» **DATA SHOWN**
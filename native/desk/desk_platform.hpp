// The desktop's side of the workbench platform interface: the local file
// system through std::filesystem.
#pragma once

#include "platform.hpp"

namespace tamis::desk {

class DeskPlatform final : public ui::Platform {
 public:
  bool can_browse_folders() const override { return true; }
  std::string start_folder() const override;
  Result<std::vector<ui::FolderEntry>> list_folder(const std::string& folder) const override;
  std::string parent_folder(const std::string& folder) const override;
  std::string join_path(const std::string& folder, const std::string& name) const override;
  Result<std::unique_ptr<ByteSource>> open_for_reading(const std::string& path) override;
  Status save(const std::string& path, std::string_view bytes) override;
  std::string privacy_statement() const override;
  std::string demo_file() const override { return TAMIS_DEMO_FILE; }
};

}  // namespace tamis::desk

» **PROBLEM TO WORK ON**
All that is wanted is an exact copy of the lines from the line holding "the local file" through the end of the material above, including both.

» **SOLUTION FOR THIS PROBLEM**
// The desktop's side of the workbench platform interface: the local file
// system through std::filesystem.
#pragma once

#include "platform.hpp"

namespace tamis::desk {

class DeskPlatform final : public ui::Platform {
 public:
  bool can_browse_folders() const override { return true; }
  std::string start_folder() const override;
  Result<std::vector<ui::FolderEntry>> list_folder(const std::string& folder) const override;
  std::string parent_folder(const std::string& folder) const override;
  std::string join_path(const std::string& folder, const std::string& name) const override;
  Result<std::unique_ptr<ByteSource>> open_for_reading(const std::string& path) override;
  Status save(const std::string& path, std::string_view bytes) override;
  std::string privacy_statement() const override;
  std::string demo_file() const override { return TAMIS_DEMO_FILE; }
};

}  // namespace tamis::desk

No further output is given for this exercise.